Machine learning, a branch of artificial intelligence, has been recently developed. A random forest is one of the machine learning models using decision tree approach. A random forest can predict the risk of the disease from the various clinical- and imaging data. Whereas a logistic regression analysis cannot handle non-linear data well, a random forest can learn non-linear relationships in the data and deal with both continuous and categorical data. Also, it can be performed by using widely used statistical software R . We reevaluated the role of CCTA by using a random forest from the same data (clinical characteristics and CT findings). By the analysis of a random forest, the area under the curve was increased from 0.89 (a logistic regression analysis, Figure 1) to 0.95 (a random forest, Figure 2).
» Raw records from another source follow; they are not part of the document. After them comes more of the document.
# ------------------------------------------------------------------ background shapes
# Each background shape against a closed form written out here (or a scipy distribution),
# pdf to 1e-10 relative (1e-14 /GeV absolute), CDF vs scipy.integrate.quad of the reference
# density to 1e-8 relative (1e-14 absolute).
XS = np.linspace(W[0], W[1], 121)


def _check_against(s, p, ref_pdf, window=W, ref_cdf=None, breaks=()):
    """peaksift pdf == ref_pdf normalised on the window (quad); peaksift cdf == ref_cdf or
    quad of the normalised reference."""
    lo, hi = window
    x = np.linspace(lo, hi, 121)
    pts = [b for b in breaks if lo < b < hi] or None
    z = integrate.quad(ref_pdf, lo, hi, points=pts, limit=400, epsabs=0, epsrel=1e-13)[0]
    np.testing.assert_allclose(s.pdf(x, p, window), ref_pdf(x) / z, rtol=1e-10, atol=1e-14)
    xc = x[1::12]
    if ref_cdf is None:
        ref = np.array([integrate.quad(ref_pdf, lo, t, points=[b for b in breaks if lo < b < t]
                                       or None, limit=400, epsabs=0, epsrel=1e-13)[0]
                        for t in xc]) / z
    else:
        ref = ref_cdf(xc)
    np.testing.assert_allclose(s.cdf(xc, p, window), ref, rtol=1e-8, atol=1e-14)


@pytest.mark.parametrize(("npar", "sqrt_s", "p"), [
    (4, None, [5.0, 4.0, 0.3]), (3, 500.0, [6.0, 3.0]), (2, None, [8.0]),
    (4, 13000.0, [12.0, 5.0, 0.1]), (4, 120.2, [-5.0, 4.0, 0.3])])
def test_dijet_against_published_form(npar, sqrt_s, p):
    """f(m) = p0 (1-x)^p1 / x^(p2 + p3 ln x), x = m/sqrt_s (Phys. Rev. D 79 (2009) 112002;
    p2 = p3 = 0 for fewer parameters), normalised with scipy.integrate.quad; sqrt_s
    defaults to twice the window's upper edge (peaksift's documented choice).  The last set
    (sqrt_s just above the window) needs panels graded towards sqrt_s."""
    s = shapes.get("dijet", npar=npar, **({} if sqrt_s is None else {"sqrt_s": sqrt_s}))
    rs = 2 * W[1] if sqrt_s is None else sqrt_s
    p1, p2, p3 = (list(p) + [0.0, 0.0])[:3]

    def ref(m):
        x = np.asarray(m) / rs
        return 1.0 * (1 - x) ** p1 / x ** (p2 + p3 * np.log(x))

    _check_against(s, p, ref)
Partial dependence plots show non-linear influence of the variables on accurate identification of ischemia-related lesions (Figure 3). Machine learning models can be a helpful tool for the interpretation of CCTA for detecting ischemia-related coronary lesions.
Figure 3: Partial dependence plots of the degree of stenosis and lesion length. The influence of the degree of stenosis increases in the range of 50 to 70% stenosis, but it does not change with >70% stenosis. The influence of the lesion length increases in the range of 10 to 14 mm, but the influence does not change with >14 mm lesion length.